Die Untersuchung basiert auf der Frage, „Wie kommt es, daß die Leitmedien unseres Landes sowie alle Fernsehsender mit Millionenreichweite an ihrem Linkskurs festhalten, obwohl sich ihre Auflagen und Einschaltquoten im Sinkflug befinden?“. Denn marktwirtschaftlich gedacht, müßten die arrivierten Medien aufgrund sinkender Einnahmen ihre Strategie überdenken. Davon ist im deutschen Haltungsjournalismus allerdings nichts zu spüren. Vielmehr scheint es so, daß neue Konkurrenz durch den Vorwurf der Fake News weggebissen wird. Woran liegt das und wie endet das? Schreiben sich unsere Medien gerade selbst voller Übereifer in den Ruin? Oder erleben wir gerade die langsame Geburt tatsächlicher Staatsmedien, die mit Subventionen über Wasser gehalten werden?

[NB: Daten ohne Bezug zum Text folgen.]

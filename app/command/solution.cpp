// bathwright solution FILE: any solution written as formulae, speciated.
#include <CLI/CLI.hpp>
#include <bathwright/sheets/solution_sheet.hpp>
#include <bathwright/shopfiles/solution_file.hpp>
#include <bathwright/solution/solution.hpp>

#include "context.hpp"

namespace bathwright::command {
namespace {

Json json_of(const solution::Solution& s) {
  Json doc = document(s.warnings);
  doc["temperature_C"] = s.temperature.v;
  doc["model"] = activity::name(s.model);
  doc["model_reason"] = s.model_reason;
  doc["pH"] = s.pH;
  doc["pH_standard_uncertainty"] = or_null(s.u_pH);
  doc["ionic_strength"] = s.ionic_strength;
  doc["water_activity"] = s.water_activity;
  doc["osmotic_coefficient"] = s.osmotic_coefficient;
  doc["density_kg_per_L"] = s.density_kg_per_L;
  doc["charge_residual"] = s.charge_residual;
  doc["iterations"] = s.iterations;
  doc["converged"] = true;  // solve() fails otherwise
  doc["valid"] = s.valid;
  doc["missing_interactions"] = s.missing_interactions;
  doc["species"] = Json::array();
  for (const auto& line : s.species)
    doc["species"].push_back({{"name", line.name},
                              {"molality", line.molality},
                              {"molarity", line.molarity},
                              {"gamma", line.gamma},
                              {"log10_activity", line.log10_activity},
                              {"log10_activity_standard_uncertainty", or_null(line.u_log10_activity)}});
  doc["mean_activity"] = Json::object();
  for (const auto& [formula, gamma] : s.mean_activity) doc["mean_activity"][formula] = gamma;
  doc["solids"] = Json::array();
  for (const auto& solid : s.solids)
    doc["solids"].push_back({{"name", solid.name},
                             {"formula", solid.formula},
                             {"saturation_index", solid.saturation_index},
                             {"saturation_index_standard_uncertainty", or_null(solid.u_saturation_index)},
                             {"precipitated_mol", solid.precipitated_mol},
                             {"dissolved_mol", solid.dissolved_mol},
                             {"dissolved_mol_standard_uncertainty", or_null(solid.u_dissolved_mol)},
                             {"slow", solid.slow},
                             {"covers_temperature", solid.covers_temperature}});
  doc["gases"] = Json::array();
  for (const auto& gas : s.gases)
    doc["gases"].push_back({{"name", gas.name}, {"partial_pressure_atm", gas.partial_pressure_atm}});
  doc["totals"] = Json::object();
  for (const auto& [component, molality] : s.totals) doc["totals"][component] = molality;
  if (s.pH_held_with)
    doc["pH_held_with"] = {{"counter_ion", s.pH_held_with->counter_ion},
                           {"proton_mol", s.pH_held_with->proton_mol}};
  return doc;
}

int run(const Context& context, const std::string& path) {
  const auto recipe = shopfiles::read_solution(path);
  if (!recipe) return fail(context, recipe.problems());
  const auto solved = solution::solve(*recipe);
  if (!solved) return fail(context, solved.problems());
  if (context.json)
    print(json_of(*solved));
  else
    print(sheets::solution_sheet(*solved, path));
  return Exit::all_well;
}

}  // namespace

void add_solution(CLI::App& program, Context& context, Action& action) {
  auto* verb = program.add_subcommand("solution", "speciate any solution written as formulae")->fallthrough();
  auto path = std::make_shared<std::string>();
  verb->add_option("FILE", *path, "the solution, TOML")->required()->check(CLI::ExistingFile);
  verb->footer(
      "Example. gypsum.toml:\n"
      "  temperature = \"25 degC\"\n"
      "  [per_kg_water]\n"
      "  \"NaCl\" = 1.0\n"
      "  [solids]\n"
      "  excess = [\"CaSO4.2H2O\"]\n"
      "\n"
      "  bathwright solution gypsum.toml\n");
  verb->callback([&context, &action, path] { action = [&context, path] { return run(context, *path); }; });
}

}  // namespace bathwright::command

Weiters geht es in dem Heft um die Wirksamkeit von Werbung, es geht kurz um parteinahe Stiftungen als Kaderschulen von Journalisten und um Alternativmodelle zum westlichen Parteienstaat. Ebenfalls zu lesen sind Buchbesprechungen von „Angst und Macht – Herrschaftstechniken der Angsterzeugung in kapitalistischen Demokratien“ von Rainer Mausfeld und Michael Esders „Sprachregime: Die Macht der politischen Wahrheitssysteme“ mit Rückgriffen auf Foucaults Vorlesungen, besonders „Die Ordnung des Diskurses“ von 1970.